Ну и получил в итоге по первое число. Маша вспомнила все его грехи за долгую супружескую жизнь. И неумение заводить связи, и неповоротливость, и леность, и ремонт, который всегда на ней. Юре врезалось в память: ремонт всегда на ней. А хотелось праздника на двоих.
— Павлуша, — заискивающе начала Маша, — а что ты собираешься делать? У нас тут безумно трудно с работой… Ужас, что делается. Как ты думаешь дальше-то жить?
Павел пожал плечами. Больше всего ему хотелось убраться прочь. Он устал с дороги, нездоровое лицо сестры напрягало. Юра тоже квелый какой-то, безрадостный.
— А давайте еще по одной! — вдруг вмешался Юра, у которого от подходов Маши, шитых белыми нитками, начали ныть зубы.
— Наливай, — разрешила Маша, подставляя свою рюмку.
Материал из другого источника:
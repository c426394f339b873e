/**
 * Full Cartesian tensors of rank r (flat `Float64Array` of 3^r numbers, index i0 i1 … i_{r-1} with
 * i0 most significant, 0 = x, 1 = y, 2 = z) and the parameter spaces that impose permutation
 * symmetry on them. Frame: whatever frame the tensor is expressed in.
 */
import type { Mat3 } from './linalg'
import { BoundedCache } from './bounded-cache'

/** Index permutation symmetry imposed on χ(N) (rank N+1) before the point group is applied.
 * - `intrinsic`: symmetric in the last N indices (degenerate-frequency intrinsic permutation);
 * - `kleinman`: symmetric in all N+1 indices (lossless, far from resonance);
 * - `none`: no permutation symmetry (the general tensor, as counted for χ(3) in Boyd §1.5). */
export type PermutationSymmetry = 'intrinsic' | 'kleinman' | 'none'

const AXES = 'xyz'
const VOIGT_PAIRS = ['00', '11', '22', '12', '02', '01']

/** Digits (0..2) of a flat index of a rank-`rank` tensor. */
export function indexDigits(flat: number, rank: number): number[] {
  const d = new Array<number>(rank)
  for (let a = rank - 1; a >= 0; a--) {
    d[a] = flat % 3
    flat = Math.floor(flat / 3)
  }
  return d
}

/** Axis label (e.g. `xyz`) of a flat index. */
export function indexLabel(flat: number, rank: number): string {
  return indexDigits(flat, rank)
    .map((d) => AXES[d])
    .join('')
}

/** Flat index of an axis label such as `xyz`. */
export function flatIndex(label: string): number {
  let f = 0
  for (const ch of label) f = 3 * f + AXES.indexOf(ch)
  return f
}

/**
 * T' = g ⊗ … ⊗ g · T: apply the 3×3 matrix `m` to every index of the tensor
 * (T'_{ab…} = m_ai m_bj … T_{ij…}). Cost rank·3^rank·3.
 */
export function transformTensor(t: Float64Array, rank: number, m: Mat3): Float64Array {
  const buffers = [new Float64Array(t.length), new Float64Array(t.length)]
  let src = t
  for (let axis = 0; axis < rank; axis++) {
    const dst = buffers[axis % 2]
    const stride = 3 ** (rank - 1 - axis)
    for (let f = 0; f < src.length; f++) {
      const d = Math.floor(f / stride) % 3
      const base = f - d * stride
      dst[f] = m[3 * d] * src[base] + m[3 * d + 1] * src[base + stride] + m[3 * d + 2] * src[base + 2 * stride]
    }
    src = dst
  }
  return src
}

/** A parameter space: each parameter is one orbit of flat indices forced equal by permutation symmetry. */
export interface ParameterSpace {
  rank: number
  symmetry: PermutationSymmetry
  /** Flat indices of each parameter, parameters in canonical order. */
  orbits: readonly (readonly number[])[]
  /** Label of each parameter (its representative index, e.g. `xyz`). */
  labels: readonly string[]
  /** Parameter of each flat index. */
  parameterOf: Int32Array
}

function canonicalKey(digits: number[], symmetry: PermutationSymmetry): string {
  if (symmetry === 'none') return digits.join('')
  if (symmetry === 'kleinman') return [...digits].sort().join('')
  return String(digits[0]) + [...digits.slice(1)].sort().join('')
}

/** Sort key of a parameter: Voigt order (d11…d16, d21…, d31…) for rank 3, lexicographic otherwise. */
function orderKey(digits: number[]): number {
  if (digits.length === 3) {
    const pair = [...digits.slice(1)].sort().join('')
    return digits[0] * 6 + VOIGT_PAIRS.indexOf(pair)
  }
  return digits.reduce((f, d) => 3 * f + d, 0)
}

/**
 * Per (rank, symmetry): a handful of entries (ranks 3–6, three modes). Orbits and labels are frozen; `parameterOf`
 * never leaves the engine uncopied.
 */
const spaceCache = new BoundedCache<string, ParameterSpace>(64)

/** Parameter space of a rank-`rank` tensor under the given permutation symmetry (cached). */
export function parameterSpace(rank: number, symmetry: PermutationSymmetry): ParameterSpace {
  const cacheKey = `${rank}|${symmetry}`
  const hit = spaceCache.get(cacheKey)
  if (hit) return hit
  const groups = new Map<string, number[]>()
  for (let f = 0; f < 3 ** rank; f++) {
    const key = canonicalKey(indexDigits(f, rank), symmetry)
    const g = groups.get(key)
    if (g) g.push(f)
    else groups.set(key, [f])
  }
  const rep = (orbit: number[]) => Math.min(...orbit.map((f) => orderKey(indexDigits(f, rank)) * 1e6 + f))
  const orbits = [...groups.values()].sort((a, b) => rep(a) - rep(b))
  const parameterOf = new Int32Array(3 ** rank)
  orbits.forEach((o, p) => o.forEach((f) => (parameterOf[f] = p)))
  const labels = orbits.map((o) => {
    const best = [...o].sort((a, b) => orderKey(indexDigits(a, rank)) - orderKey(indexDigits(b, rank)) || a - b)[0]
    return indexLabel(best, rank)
  })
  const space: ParameterSpace = Object.freeze({
    rank,
    symmetry,
    orbits: Object.freeze(orbits.map((o) => Object.freeze(o))),
    labels: Object.freeze(labels),
    parameterOf,
  })
  return spaceCache.set(cacheKey, space)
}

/** Full tensor of a parameter vector. */
export function expandParameters(space: ParameterSpace, params: readonly number[]): Float64Array {
  const t = new Float64Array(3 ** space.rank)
  space.orbits.forEach((o, p) => {
    if (params[p] !== 0) for (const f of o) t[f] = params[p]
  })
  return t
}

/** Frobenius norm of a flat tensor. */
export function tensorNorm(t: Float64Array): number {
  let s = 0
  for (let i = 0; i < t.length; i++) s += t[i] * t[i]
  return Math.sqrt(s)
}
Они снова выпили. Юра от выпитого стал словно меньше ростом. Разговор буксовал. Маше страшно хотелось взять быка за рога, но она побаивалась брата — всем известно, какими оттуда выходят. Вдруг припадочный стал, буйный… и вообще, ведь убил! Убил же! Сын сонно таращил глаза, и Маша сказала наконец:
— Ну, вы, мальчики, тут поговорите, а я пойду Лешку уложу. Леш, скажи дяде Павлику спокойной ночи. — Она выразительно посмотрела на мужа, но он сделал вид, что не заметил ее взгляда.
— Павел, я рад, что ты вернулся! — Юра впервые посмотрел шурину в глаза. — Честное слово. Ты не думай, мы неплохо живем, у меня есть работа. Маша выучилась на закройщицу, устроилась на хорошее место. — Он положил руку на плечо Павла, сжал слегка. Тут же испугался своего порыва и убрал руку. — Знаешь, я как-то друзей старых подрастерял. А новых не завел. Некоторые пошли в гору, говорили, заходи, старик, конечно, поможем, не вопрос, но ведь никто не помог… — Он потянулся за бутылкой. — Случайный человек помог. Знаешь, чувствуешь себя таким ничтожеством, ничего… ничего не можешь сделать. Тонешь, а выкарабкаться не в состоянии! Страшно… — Он говорил о себе, вспоминая, как обивал пороги, ходил на биржу, звонил по объявлениям, но получилось вроде как про Павла. Юра понял и смутился. — Давай! — Он поднял рюмку. — За возвращение! За новую жизнь!
Они выпили. Юра положил Павлу на тарелку вареной картошки, копченой рыбы, салат. Ему хотелось спросить о чем-то, он бросал на брата жены короткие взгляды. Наконец решился:
— Павлик, как… там было? Ты почти ничего не писал.
Павел пожал плечами:
— Ничего. Сначала… — он задумался на миг, — сначала непривычно. Потом привык. Такая же работа, как и раньше, механиком.